THE TASK. For the string "compared", work out how many lines of the data contain it and give that number with nothing added.

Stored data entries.
☆ ☆ ☆
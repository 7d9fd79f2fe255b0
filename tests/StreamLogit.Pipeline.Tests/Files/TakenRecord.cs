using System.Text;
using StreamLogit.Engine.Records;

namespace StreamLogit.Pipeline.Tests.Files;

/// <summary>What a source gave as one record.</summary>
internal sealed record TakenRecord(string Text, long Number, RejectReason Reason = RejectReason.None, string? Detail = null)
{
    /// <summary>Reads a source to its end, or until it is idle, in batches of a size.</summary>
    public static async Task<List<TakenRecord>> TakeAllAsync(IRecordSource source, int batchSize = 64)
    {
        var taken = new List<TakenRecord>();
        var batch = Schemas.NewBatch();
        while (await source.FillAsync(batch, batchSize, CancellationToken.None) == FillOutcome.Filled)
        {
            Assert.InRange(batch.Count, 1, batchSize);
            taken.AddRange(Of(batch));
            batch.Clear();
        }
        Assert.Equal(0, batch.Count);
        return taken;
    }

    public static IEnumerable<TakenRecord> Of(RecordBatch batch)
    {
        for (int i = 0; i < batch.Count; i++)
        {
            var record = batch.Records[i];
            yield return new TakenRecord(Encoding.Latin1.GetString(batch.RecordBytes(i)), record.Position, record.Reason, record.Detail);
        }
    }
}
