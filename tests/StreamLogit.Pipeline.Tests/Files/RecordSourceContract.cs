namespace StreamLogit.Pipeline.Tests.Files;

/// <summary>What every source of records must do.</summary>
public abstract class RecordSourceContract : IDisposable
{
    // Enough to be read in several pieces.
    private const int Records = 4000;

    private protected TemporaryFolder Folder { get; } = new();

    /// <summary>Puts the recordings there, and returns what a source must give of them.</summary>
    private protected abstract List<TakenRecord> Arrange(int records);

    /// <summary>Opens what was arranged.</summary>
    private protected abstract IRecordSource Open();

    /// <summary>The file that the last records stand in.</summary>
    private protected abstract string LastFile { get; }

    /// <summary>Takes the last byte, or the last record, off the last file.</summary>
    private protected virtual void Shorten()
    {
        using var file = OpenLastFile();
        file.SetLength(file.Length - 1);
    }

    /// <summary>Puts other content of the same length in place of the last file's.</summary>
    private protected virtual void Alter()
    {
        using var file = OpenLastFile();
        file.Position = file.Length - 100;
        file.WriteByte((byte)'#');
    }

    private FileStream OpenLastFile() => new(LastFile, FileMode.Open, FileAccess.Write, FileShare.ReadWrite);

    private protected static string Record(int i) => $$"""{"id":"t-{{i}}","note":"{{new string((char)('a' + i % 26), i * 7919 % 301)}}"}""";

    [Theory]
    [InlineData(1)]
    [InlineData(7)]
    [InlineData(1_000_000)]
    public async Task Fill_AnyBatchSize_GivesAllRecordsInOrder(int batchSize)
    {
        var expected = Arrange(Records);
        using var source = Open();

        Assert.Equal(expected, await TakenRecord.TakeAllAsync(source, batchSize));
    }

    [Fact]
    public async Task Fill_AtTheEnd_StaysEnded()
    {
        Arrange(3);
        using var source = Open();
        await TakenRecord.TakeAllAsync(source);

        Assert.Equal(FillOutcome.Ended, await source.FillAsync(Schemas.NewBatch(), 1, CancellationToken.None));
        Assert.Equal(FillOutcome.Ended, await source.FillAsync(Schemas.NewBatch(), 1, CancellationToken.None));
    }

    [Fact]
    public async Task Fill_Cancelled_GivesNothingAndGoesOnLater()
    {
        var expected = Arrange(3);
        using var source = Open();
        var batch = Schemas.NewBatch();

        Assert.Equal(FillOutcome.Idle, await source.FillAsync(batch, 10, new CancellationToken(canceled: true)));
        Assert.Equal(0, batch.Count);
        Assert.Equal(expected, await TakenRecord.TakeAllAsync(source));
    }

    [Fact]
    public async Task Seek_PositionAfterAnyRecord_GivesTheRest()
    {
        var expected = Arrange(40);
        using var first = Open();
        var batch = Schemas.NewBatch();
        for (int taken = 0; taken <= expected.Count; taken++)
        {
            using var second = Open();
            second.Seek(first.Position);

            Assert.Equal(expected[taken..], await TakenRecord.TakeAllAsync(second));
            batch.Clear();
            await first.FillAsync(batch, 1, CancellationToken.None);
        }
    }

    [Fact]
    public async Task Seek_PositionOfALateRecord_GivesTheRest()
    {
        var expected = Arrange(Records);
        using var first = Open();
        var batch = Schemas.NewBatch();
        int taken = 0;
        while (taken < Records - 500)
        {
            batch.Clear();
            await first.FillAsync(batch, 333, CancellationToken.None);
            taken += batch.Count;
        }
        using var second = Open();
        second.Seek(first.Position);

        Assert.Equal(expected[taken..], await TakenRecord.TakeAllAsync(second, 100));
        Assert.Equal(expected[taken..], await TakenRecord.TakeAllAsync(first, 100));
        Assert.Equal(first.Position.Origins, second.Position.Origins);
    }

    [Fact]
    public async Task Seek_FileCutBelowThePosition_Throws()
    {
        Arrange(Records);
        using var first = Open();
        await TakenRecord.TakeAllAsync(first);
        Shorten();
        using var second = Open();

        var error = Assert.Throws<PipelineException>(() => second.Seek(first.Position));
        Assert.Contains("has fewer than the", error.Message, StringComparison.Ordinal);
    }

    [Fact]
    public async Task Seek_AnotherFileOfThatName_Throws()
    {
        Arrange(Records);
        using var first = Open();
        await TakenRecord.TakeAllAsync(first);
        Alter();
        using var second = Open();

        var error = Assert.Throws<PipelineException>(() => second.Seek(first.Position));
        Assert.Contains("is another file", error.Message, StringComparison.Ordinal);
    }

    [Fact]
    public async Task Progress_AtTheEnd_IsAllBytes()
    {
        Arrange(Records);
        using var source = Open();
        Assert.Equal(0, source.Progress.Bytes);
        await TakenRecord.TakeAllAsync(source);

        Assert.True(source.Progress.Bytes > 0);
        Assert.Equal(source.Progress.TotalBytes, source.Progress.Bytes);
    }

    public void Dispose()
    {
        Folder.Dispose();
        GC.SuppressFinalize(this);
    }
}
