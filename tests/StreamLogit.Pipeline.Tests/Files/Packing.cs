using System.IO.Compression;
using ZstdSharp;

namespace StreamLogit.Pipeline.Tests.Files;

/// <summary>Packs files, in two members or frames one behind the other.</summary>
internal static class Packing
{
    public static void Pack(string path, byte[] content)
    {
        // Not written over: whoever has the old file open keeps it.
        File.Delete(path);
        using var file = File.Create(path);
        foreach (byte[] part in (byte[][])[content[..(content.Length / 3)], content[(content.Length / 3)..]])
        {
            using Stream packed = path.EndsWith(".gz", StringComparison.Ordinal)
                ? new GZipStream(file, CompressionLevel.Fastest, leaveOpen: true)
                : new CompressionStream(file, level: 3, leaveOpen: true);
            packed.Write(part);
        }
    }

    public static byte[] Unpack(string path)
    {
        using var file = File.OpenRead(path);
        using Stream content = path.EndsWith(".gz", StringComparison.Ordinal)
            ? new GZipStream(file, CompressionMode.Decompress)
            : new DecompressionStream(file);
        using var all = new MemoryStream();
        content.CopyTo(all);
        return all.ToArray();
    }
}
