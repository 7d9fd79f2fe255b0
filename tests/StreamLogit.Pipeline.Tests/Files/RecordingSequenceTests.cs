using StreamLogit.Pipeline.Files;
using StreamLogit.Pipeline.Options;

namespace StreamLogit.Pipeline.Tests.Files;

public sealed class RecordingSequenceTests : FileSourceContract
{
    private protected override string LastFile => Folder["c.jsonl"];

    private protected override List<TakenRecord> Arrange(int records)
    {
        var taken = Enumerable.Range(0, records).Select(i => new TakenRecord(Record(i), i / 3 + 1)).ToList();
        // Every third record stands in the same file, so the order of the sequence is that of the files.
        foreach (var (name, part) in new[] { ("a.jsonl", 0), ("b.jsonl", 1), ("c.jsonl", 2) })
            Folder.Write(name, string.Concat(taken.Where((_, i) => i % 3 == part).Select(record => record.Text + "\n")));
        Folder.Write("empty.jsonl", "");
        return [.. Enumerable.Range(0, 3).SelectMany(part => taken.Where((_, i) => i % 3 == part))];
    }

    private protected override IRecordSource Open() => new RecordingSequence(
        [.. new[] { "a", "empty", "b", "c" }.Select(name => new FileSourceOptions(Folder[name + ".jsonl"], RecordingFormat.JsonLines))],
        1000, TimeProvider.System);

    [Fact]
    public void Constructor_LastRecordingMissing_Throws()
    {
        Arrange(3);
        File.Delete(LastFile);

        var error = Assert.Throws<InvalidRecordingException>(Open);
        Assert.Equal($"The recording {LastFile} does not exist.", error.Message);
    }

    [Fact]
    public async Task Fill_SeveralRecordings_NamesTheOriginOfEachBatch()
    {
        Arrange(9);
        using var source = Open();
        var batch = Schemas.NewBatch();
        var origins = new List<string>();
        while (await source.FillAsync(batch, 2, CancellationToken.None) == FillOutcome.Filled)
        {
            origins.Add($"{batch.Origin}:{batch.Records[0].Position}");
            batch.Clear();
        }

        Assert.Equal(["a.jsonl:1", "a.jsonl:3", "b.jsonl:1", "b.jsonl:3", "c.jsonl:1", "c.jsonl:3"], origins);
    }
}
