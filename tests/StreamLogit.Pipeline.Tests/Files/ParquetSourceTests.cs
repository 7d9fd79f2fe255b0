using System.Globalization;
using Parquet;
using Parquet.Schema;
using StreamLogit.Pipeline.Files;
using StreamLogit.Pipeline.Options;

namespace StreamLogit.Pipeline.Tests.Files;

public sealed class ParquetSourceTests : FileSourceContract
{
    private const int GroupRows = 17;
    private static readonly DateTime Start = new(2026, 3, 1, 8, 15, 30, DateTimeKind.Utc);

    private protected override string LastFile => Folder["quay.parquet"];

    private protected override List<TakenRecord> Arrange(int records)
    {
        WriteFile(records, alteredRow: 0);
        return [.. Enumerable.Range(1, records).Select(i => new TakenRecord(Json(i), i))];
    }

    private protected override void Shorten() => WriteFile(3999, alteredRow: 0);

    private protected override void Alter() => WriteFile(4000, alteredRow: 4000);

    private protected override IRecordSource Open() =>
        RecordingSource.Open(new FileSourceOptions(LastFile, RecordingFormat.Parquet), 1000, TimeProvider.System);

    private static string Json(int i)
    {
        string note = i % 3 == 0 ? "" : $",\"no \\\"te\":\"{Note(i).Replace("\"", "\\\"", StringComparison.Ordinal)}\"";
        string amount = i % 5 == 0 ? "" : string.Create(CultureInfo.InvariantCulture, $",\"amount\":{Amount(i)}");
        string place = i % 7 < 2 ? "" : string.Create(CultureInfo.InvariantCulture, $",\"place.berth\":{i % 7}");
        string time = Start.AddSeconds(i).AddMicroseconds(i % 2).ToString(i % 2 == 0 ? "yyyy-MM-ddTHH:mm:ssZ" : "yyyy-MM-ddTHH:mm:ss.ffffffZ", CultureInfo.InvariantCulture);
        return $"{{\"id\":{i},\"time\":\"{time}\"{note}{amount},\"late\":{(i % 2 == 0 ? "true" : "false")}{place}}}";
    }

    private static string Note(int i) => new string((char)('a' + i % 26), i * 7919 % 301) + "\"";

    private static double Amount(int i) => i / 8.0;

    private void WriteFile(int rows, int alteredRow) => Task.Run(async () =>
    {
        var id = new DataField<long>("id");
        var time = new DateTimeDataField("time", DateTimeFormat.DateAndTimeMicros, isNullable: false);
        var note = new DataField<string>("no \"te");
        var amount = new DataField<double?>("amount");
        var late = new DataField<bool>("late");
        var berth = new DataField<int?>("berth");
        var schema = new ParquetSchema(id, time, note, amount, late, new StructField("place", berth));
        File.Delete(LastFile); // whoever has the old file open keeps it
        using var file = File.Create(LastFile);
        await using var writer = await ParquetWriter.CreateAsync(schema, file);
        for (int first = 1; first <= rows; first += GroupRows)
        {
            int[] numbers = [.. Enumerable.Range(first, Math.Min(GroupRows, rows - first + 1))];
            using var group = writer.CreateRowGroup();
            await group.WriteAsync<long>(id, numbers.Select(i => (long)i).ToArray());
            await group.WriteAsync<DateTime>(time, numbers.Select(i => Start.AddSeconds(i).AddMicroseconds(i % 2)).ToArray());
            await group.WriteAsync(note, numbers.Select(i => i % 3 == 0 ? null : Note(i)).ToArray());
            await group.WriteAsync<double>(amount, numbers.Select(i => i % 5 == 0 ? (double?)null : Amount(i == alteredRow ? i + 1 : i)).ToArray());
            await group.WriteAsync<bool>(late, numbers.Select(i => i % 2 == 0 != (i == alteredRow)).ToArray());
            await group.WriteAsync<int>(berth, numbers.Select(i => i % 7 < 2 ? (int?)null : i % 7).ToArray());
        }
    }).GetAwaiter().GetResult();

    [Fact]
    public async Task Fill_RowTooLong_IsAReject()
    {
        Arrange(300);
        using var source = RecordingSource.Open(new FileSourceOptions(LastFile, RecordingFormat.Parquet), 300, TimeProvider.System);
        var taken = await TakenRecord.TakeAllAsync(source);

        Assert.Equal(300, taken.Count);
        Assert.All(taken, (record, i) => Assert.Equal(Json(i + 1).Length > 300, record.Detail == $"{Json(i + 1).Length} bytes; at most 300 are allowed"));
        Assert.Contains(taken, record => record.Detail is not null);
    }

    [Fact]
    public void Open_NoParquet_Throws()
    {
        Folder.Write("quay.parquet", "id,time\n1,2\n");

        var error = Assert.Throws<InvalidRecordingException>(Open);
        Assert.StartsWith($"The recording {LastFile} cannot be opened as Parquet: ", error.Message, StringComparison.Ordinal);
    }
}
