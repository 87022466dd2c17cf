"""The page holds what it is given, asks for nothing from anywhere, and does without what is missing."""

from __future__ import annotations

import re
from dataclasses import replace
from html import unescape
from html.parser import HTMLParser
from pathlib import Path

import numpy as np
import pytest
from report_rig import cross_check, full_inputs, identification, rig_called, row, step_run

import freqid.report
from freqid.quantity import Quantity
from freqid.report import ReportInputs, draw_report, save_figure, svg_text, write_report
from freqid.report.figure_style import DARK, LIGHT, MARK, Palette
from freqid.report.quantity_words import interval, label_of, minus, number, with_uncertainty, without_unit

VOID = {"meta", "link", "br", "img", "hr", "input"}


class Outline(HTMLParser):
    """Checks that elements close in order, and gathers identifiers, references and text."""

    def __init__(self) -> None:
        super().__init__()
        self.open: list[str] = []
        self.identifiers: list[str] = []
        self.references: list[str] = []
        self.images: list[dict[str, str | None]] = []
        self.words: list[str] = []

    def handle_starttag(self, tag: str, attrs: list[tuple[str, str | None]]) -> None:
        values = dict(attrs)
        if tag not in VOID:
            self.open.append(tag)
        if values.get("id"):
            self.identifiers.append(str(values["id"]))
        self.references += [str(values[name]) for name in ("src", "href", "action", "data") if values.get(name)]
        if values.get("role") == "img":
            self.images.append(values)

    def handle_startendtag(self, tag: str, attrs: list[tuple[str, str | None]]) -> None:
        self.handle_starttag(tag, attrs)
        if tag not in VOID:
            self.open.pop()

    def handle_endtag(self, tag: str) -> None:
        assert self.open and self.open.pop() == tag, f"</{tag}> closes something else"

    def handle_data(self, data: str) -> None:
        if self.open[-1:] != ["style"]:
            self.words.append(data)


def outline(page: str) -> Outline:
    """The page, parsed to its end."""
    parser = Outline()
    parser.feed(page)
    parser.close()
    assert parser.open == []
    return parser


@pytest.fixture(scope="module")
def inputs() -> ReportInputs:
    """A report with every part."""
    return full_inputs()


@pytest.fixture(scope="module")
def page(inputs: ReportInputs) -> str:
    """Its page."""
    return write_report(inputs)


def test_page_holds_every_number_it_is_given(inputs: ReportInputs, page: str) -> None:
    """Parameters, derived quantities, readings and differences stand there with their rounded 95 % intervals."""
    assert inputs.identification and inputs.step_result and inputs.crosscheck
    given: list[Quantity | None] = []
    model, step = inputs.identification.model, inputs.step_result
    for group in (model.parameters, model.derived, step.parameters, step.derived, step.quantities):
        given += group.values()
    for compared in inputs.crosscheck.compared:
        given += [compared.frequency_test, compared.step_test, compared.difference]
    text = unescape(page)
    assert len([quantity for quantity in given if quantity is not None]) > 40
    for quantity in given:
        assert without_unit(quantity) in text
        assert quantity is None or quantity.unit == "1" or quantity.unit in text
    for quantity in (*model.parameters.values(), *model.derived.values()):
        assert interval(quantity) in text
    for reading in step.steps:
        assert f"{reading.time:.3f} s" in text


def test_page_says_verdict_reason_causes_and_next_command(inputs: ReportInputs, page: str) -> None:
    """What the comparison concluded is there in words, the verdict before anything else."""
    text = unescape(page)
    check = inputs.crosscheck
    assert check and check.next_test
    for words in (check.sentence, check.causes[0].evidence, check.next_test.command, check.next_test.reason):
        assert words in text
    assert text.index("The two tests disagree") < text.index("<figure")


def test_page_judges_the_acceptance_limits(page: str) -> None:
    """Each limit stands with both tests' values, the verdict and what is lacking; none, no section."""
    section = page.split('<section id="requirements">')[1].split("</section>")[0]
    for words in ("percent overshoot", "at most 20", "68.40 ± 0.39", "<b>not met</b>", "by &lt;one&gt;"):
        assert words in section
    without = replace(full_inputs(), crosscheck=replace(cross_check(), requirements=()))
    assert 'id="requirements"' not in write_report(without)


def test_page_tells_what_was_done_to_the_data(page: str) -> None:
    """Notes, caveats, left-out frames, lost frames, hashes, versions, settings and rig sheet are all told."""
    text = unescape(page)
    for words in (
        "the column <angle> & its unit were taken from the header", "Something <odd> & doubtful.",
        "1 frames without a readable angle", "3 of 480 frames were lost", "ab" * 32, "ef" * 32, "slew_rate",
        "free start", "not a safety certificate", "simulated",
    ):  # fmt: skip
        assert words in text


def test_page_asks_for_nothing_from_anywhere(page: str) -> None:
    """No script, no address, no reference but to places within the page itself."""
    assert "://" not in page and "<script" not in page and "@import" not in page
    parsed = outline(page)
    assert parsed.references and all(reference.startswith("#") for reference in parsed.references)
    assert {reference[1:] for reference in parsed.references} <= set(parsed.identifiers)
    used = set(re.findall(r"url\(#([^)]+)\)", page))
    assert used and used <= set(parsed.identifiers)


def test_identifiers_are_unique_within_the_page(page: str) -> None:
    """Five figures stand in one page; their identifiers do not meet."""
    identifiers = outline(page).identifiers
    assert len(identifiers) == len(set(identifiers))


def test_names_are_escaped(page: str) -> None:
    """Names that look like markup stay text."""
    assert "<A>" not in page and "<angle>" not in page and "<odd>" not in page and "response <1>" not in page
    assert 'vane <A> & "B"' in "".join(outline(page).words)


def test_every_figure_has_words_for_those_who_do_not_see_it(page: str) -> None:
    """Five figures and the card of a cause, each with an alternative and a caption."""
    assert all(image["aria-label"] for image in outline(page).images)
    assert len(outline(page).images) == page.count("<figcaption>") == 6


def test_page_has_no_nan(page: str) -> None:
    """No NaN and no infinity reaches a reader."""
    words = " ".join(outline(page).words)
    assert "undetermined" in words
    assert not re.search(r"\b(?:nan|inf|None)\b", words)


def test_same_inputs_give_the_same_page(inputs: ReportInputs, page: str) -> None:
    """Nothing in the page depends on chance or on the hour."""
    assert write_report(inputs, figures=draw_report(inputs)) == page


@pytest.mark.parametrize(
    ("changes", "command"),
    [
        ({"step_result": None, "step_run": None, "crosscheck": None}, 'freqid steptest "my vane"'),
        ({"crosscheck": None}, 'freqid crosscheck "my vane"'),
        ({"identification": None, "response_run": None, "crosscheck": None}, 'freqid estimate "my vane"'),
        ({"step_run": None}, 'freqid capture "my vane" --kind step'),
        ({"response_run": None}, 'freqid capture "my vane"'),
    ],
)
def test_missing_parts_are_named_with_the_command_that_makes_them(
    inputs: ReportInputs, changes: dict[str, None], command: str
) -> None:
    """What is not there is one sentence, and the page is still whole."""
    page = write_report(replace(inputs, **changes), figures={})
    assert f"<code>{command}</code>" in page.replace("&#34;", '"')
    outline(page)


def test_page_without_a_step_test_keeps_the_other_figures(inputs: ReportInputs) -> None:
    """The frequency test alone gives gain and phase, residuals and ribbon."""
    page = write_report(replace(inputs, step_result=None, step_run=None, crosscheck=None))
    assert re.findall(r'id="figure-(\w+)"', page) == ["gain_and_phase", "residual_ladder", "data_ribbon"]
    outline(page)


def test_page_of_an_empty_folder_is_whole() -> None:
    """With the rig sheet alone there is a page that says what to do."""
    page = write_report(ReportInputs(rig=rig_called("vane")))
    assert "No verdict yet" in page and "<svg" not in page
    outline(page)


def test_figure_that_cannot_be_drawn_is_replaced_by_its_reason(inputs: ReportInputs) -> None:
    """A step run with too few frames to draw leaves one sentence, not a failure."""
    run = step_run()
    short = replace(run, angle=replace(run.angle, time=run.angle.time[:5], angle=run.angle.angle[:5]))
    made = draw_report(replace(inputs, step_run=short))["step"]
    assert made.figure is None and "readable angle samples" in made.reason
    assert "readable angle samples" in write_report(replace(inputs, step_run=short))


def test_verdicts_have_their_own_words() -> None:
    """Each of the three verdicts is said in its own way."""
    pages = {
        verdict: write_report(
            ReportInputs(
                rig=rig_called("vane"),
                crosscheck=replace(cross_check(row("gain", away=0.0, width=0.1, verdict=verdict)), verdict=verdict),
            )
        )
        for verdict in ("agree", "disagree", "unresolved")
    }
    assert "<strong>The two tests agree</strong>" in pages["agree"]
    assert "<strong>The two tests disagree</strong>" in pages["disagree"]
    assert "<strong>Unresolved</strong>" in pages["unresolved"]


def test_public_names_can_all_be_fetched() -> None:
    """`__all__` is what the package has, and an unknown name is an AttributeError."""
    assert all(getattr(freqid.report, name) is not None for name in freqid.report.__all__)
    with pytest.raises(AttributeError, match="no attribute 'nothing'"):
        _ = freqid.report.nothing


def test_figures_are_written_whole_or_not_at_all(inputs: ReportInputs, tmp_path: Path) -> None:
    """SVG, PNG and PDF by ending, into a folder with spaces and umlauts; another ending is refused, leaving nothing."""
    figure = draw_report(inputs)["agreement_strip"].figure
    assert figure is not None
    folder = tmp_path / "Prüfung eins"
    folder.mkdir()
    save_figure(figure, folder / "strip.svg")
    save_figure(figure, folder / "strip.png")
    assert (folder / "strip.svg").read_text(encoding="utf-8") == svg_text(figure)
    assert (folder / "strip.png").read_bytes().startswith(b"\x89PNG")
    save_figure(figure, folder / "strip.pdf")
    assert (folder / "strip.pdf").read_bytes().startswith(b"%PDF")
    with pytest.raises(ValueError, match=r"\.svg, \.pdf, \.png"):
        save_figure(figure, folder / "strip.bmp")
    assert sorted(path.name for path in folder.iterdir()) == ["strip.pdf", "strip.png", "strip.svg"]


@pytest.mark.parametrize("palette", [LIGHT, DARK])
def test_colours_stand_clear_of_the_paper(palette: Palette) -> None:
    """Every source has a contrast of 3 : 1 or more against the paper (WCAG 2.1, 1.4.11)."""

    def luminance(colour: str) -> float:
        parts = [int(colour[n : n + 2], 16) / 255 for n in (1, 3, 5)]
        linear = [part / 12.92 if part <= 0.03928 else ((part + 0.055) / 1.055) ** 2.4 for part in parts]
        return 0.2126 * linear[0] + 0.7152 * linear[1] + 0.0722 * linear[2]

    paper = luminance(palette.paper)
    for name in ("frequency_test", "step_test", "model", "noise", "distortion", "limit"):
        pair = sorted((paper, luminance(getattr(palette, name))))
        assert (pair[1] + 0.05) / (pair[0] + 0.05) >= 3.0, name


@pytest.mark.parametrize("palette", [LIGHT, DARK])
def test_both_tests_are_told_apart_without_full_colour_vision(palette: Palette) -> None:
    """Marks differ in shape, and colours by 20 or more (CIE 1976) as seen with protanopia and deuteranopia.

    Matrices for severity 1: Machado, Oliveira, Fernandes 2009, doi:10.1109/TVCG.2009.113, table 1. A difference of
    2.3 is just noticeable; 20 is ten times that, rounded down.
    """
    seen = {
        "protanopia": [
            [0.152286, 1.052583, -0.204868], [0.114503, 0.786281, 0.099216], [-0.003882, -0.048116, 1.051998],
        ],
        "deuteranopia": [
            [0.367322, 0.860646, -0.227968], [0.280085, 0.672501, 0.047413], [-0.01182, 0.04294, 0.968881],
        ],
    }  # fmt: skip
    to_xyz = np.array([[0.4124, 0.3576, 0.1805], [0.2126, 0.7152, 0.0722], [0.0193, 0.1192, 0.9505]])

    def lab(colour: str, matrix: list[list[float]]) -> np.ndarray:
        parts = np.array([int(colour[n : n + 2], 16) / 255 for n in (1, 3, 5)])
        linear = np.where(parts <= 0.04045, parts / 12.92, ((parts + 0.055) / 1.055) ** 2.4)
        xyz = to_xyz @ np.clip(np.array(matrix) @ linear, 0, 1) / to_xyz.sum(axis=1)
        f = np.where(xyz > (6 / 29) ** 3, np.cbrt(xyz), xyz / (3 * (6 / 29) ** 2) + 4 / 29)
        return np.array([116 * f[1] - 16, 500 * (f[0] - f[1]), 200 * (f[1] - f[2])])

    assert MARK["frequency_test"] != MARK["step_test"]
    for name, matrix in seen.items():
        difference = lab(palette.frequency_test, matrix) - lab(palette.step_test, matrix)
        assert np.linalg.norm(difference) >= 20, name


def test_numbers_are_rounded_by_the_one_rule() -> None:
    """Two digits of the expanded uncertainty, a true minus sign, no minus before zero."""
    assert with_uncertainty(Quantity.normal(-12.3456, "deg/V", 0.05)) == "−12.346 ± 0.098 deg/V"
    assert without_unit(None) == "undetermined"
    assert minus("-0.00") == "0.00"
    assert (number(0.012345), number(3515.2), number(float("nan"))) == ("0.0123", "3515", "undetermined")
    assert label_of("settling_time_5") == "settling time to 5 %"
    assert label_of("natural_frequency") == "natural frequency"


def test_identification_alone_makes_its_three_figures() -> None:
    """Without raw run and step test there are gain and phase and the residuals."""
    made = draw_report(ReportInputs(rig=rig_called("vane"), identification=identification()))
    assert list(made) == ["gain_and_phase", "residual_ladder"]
☆ ☆ ☆
ANSWER. 2